### [EXERCISE REQUIREMENTS]
Please repeat the lines below exactly. Begin with the line containing "const got = a.species" and go on through the line containing "function report(half: Half, results: CaseResult[]): void".

-- MATERIAL PROVIDED follows --

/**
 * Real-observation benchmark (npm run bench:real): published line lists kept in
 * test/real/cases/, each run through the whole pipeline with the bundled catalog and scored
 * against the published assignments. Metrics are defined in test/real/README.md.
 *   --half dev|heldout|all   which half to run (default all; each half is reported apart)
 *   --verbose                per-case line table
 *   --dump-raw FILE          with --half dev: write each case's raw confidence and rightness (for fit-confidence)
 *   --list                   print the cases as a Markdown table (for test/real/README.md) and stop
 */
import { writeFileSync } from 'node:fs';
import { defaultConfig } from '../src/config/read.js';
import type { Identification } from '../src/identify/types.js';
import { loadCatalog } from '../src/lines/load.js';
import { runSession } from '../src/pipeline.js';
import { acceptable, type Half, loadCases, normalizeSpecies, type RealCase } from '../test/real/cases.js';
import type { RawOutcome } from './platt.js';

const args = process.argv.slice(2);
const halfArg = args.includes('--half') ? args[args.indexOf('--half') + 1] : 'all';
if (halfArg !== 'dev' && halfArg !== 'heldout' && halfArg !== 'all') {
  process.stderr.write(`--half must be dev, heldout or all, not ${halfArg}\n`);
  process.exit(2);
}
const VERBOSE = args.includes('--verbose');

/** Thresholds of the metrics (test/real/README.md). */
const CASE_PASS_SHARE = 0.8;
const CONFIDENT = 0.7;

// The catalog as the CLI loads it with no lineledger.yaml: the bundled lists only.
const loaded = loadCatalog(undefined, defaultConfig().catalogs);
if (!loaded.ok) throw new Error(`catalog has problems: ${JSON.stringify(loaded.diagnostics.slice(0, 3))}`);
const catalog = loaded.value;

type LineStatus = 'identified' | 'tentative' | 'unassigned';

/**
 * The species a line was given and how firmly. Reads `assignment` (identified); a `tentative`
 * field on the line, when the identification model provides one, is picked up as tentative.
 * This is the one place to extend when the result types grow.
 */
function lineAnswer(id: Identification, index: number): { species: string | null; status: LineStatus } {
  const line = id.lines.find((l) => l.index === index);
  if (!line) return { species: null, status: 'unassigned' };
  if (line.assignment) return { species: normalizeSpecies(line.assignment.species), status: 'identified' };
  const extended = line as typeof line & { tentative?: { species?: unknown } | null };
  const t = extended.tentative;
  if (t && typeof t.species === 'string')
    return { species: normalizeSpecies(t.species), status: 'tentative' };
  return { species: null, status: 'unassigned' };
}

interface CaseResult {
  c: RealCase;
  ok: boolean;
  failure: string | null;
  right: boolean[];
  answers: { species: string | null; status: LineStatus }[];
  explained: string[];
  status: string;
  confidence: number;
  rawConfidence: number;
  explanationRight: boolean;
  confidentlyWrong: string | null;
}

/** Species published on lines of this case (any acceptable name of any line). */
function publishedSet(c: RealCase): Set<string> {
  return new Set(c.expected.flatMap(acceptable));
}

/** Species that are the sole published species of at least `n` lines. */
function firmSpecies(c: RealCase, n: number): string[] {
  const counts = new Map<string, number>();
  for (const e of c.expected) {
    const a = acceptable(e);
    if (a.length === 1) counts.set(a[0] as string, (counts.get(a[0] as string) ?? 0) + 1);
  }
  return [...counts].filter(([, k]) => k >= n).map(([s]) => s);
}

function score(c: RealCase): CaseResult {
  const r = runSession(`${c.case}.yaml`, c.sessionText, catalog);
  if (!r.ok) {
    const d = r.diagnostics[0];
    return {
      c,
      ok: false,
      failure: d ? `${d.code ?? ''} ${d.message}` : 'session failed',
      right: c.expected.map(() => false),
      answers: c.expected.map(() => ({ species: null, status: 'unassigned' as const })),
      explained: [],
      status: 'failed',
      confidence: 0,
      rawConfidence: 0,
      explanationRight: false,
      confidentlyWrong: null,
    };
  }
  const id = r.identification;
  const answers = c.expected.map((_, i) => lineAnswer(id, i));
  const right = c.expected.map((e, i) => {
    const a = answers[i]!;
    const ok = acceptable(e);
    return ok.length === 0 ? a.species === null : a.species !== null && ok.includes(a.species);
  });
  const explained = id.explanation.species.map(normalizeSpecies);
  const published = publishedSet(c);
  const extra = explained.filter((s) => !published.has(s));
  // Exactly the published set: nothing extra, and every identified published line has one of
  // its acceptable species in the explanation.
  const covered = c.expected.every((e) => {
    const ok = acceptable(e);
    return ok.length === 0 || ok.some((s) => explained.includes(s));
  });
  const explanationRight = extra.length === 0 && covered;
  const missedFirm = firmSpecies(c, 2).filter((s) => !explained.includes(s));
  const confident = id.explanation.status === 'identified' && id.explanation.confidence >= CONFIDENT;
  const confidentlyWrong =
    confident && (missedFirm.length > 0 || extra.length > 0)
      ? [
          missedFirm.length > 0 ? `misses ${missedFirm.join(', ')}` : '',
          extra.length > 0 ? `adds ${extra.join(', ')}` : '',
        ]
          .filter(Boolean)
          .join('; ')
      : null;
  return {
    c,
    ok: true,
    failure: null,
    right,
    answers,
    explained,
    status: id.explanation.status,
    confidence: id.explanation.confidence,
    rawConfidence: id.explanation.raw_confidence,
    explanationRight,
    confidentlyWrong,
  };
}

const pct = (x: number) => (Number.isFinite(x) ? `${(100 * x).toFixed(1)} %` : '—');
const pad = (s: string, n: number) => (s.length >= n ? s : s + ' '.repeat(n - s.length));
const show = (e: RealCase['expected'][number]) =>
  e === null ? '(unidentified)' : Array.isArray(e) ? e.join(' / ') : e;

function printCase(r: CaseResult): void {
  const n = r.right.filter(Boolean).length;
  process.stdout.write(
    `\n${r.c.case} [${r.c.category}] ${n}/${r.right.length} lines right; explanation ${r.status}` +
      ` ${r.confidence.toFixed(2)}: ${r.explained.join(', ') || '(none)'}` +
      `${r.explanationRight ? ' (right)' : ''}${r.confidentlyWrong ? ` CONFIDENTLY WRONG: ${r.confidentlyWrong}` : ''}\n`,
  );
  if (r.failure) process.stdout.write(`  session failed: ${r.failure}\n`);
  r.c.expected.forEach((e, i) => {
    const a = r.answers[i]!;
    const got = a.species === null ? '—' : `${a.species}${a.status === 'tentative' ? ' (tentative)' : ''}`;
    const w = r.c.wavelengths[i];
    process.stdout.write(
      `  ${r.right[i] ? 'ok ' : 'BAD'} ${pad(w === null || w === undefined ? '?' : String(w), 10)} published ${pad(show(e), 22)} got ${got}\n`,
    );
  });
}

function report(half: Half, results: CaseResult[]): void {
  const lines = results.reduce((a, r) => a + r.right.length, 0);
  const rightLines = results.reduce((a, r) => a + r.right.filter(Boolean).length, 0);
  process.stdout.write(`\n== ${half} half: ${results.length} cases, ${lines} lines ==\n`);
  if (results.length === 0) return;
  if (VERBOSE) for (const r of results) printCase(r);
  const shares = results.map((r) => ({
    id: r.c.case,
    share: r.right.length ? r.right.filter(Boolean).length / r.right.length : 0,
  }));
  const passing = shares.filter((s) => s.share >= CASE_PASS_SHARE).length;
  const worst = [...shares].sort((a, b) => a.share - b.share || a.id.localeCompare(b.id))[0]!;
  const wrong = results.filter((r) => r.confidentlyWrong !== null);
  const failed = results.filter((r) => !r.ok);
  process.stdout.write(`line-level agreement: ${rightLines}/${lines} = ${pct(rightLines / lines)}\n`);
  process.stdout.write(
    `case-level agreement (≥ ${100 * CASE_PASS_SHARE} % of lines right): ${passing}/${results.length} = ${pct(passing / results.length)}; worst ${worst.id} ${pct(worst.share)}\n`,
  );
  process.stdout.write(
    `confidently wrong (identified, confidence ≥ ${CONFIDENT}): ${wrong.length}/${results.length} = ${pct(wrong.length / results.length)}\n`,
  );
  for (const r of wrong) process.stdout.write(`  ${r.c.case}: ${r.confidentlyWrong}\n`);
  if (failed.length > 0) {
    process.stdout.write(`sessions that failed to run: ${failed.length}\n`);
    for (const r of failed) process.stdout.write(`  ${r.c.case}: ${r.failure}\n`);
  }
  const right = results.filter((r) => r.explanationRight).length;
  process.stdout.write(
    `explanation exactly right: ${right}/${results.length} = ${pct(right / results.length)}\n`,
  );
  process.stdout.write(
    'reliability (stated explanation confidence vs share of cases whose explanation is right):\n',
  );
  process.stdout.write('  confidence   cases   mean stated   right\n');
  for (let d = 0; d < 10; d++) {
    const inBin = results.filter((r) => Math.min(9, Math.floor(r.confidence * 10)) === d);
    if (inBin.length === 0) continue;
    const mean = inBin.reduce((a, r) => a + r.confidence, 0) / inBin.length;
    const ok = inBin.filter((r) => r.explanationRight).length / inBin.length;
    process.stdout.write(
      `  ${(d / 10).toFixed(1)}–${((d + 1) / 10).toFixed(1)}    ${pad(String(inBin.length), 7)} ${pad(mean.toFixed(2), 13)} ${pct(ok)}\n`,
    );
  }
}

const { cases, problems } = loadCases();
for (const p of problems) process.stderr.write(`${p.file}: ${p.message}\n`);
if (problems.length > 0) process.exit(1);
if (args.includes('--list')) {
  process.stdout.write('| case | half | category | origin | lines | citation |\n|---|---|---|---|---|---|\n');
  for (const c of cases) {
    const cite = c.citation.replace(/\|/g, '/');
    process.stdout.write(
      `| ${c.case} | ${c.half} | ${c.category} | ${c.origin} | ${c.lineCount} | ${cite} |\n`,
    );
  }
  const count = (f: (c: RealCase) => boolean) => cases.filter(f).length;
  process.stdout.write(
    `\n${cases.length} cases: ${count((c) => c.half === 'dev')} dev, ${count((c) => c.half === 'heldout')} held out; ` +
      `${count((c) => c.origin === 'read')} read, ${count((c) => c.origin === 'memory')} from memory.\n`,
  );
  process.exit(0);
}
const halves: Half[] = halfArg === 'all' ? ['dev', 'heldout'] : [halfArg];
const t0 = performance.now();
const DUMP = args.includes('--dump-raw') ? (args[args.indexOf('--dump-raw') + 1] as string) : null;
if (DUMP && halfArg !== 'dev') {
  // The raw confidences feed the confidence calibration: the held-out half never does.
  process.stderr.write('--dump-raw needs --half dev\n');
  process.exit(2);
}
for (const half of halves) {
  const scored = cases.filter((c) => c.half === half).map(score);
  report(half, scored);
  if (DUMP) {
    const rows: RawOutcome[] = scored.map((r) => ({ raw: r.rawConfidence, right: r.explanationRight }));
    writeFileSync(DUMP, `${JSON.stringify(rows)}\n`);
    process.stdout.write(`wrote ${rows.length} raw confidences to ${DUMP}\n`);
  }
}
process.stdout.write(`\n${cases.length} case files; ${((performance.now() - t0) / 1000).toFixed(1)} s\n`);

-- MATERIAL PROVIDED concluded --
-- MATERIAL PROVIDED follows --

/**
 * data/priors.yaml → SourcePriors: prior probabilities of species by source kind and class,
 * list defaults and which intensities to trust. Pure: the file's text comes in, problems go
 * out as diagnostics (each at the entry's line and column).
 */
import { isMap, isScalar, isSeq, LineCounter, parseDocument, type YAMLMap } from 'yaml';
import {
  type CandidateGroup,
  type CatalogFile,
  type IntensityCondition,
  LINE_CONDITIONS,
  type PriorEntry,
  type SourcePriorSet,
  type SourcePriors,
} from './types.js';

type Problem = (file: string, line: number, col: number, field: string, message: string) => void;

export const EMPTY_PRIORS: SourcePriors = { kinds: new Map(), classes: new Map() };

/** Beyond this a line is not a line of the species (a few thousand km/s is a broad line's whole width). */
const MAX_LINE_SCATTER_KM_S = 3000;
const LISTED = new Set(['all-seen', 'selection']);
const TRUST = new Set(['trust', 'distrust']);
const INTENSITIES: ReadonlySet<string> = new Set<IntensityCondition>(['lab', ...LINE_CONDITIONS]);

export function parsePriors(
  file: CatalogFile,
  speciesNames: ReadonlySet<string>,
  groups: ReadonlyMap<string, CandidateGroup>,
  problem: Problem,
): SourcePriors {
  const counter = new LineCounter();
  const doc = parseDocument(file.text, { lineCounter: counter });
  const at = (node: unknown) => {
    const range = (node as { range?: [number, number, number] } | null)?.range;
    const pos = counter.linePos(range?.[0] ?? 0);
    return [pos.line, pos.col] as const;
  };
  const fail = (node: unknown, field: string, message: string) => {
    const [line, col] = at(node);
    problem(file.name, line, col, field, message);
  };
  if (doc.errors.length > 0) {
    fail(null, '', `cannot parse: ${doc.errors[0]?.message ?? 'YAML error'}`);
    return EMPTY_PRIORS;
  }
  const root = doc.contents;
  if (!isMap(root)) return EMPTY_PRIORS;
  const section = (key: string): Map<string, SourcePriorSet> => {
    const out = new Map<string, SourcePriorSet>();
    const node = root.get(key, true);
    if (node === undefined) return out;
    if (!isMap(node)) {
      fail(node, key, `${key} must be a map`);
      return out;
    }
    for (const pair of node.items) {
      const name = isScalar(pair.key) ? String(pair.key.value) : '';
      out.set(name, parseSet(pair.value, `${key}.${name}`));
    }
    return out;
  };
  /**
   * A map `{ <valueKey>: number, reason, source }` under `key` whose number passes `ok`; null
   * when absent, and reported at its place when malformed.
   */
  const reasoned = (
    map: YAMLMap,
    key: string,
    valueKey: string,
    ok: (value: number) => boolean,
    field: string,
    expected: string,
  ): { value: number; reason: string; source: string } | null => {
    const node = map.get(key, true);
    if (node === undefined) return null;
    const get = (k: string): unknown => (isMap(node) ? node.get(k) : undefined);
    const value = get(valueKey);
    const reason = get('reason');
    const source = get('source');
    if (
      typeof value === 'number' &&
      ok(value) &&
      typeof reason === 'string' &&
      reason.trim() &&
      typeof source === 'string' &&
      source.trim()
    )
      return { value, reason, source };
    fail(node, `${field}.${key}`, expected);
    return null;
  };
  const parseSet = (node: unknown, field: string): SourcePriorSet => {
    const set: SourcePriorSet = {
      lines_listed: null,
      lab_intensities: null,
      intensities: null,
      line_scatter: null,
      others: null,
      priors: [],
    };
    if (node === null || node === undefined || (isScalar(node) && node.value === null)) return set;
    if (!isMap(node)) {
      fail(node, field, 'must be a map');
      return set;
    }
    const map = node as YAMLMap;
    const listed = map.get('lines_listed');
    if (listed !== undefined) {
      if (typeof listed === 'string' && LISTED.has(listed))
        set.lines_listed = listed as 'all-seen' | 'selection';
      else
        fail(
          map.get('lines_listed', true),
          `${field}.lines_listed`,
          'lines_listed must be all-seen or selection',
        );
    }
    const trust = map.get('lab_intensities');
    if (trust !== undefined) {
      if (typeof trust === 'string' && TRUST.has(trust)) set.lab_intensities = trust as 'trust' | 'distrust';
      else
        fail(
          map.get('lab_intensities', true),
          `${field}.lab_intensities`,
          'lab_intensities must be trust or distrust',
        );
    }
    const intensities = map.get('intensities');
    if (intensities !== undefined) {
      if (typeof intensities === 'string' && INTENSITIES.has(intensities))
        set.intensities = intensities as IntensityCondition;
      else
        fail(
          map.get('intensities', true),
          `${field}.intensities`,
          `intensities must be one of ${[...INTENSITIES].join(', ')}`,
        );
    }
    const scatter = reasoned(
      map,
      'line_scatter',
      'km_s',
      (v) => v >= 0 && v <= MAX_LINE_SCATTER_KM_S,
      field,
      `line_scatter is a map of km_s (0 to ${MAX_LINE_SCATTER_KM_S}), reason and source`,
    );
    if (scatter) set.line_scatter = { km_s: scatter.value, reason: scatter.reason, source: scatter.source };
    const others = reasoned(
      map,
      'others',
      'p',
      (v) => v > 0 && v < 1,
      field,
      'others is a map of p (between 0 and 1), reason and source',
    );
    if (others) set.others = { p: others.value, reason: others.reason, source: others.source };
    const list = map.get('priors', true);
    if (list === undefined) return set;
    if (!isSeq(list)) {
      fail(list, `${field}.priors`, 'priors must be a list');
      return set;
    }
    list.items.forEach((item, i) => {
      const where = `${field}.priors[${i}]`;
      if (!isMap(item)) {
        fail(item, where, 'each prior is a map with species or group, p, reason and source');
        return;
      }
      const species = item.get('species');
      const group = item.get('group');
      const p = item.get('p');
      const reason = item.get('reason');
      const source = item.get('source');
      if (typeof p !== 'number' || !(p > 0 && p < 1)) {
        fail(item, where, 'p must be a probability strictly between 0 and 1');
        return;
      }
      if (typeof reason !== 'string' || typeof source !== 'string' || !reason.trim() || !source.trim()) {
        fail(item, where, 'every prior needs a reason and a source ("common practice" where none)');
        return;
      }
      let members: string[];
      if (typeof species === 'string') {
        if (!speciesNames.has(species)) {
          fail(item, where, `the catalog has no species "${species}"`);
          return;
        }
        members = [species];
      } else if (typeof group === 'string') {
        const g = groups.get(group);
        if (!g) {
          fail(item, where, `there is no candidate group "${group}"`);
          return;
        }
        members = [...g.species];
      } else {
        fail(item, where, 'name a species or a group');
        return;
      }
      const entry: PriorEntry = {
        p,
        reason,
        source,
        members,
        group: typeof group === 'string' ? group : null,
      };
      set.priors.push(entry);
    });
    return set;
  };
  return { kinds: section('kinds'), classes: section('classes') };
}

-- MATERIAL PROVIDED concluded --

### [EXERCISE RESULT]
    const got = a.species === null ? '—' : `${a.species}${a.status === 'tentative' ? ' (tentative)' : ''}`;
    const w = r.c.wavelengths[i];
    process.stdout.write(
      `  ${r.right[i] ? 'ok ' : 'BAD'} ${pad(w === null || w === undefined ? '?' : String(w), 10)} published ${pad(show(e), 22)} got ${got}\n`,
    );
  });
}

function report(half: Half, results: CaseResult[]): void {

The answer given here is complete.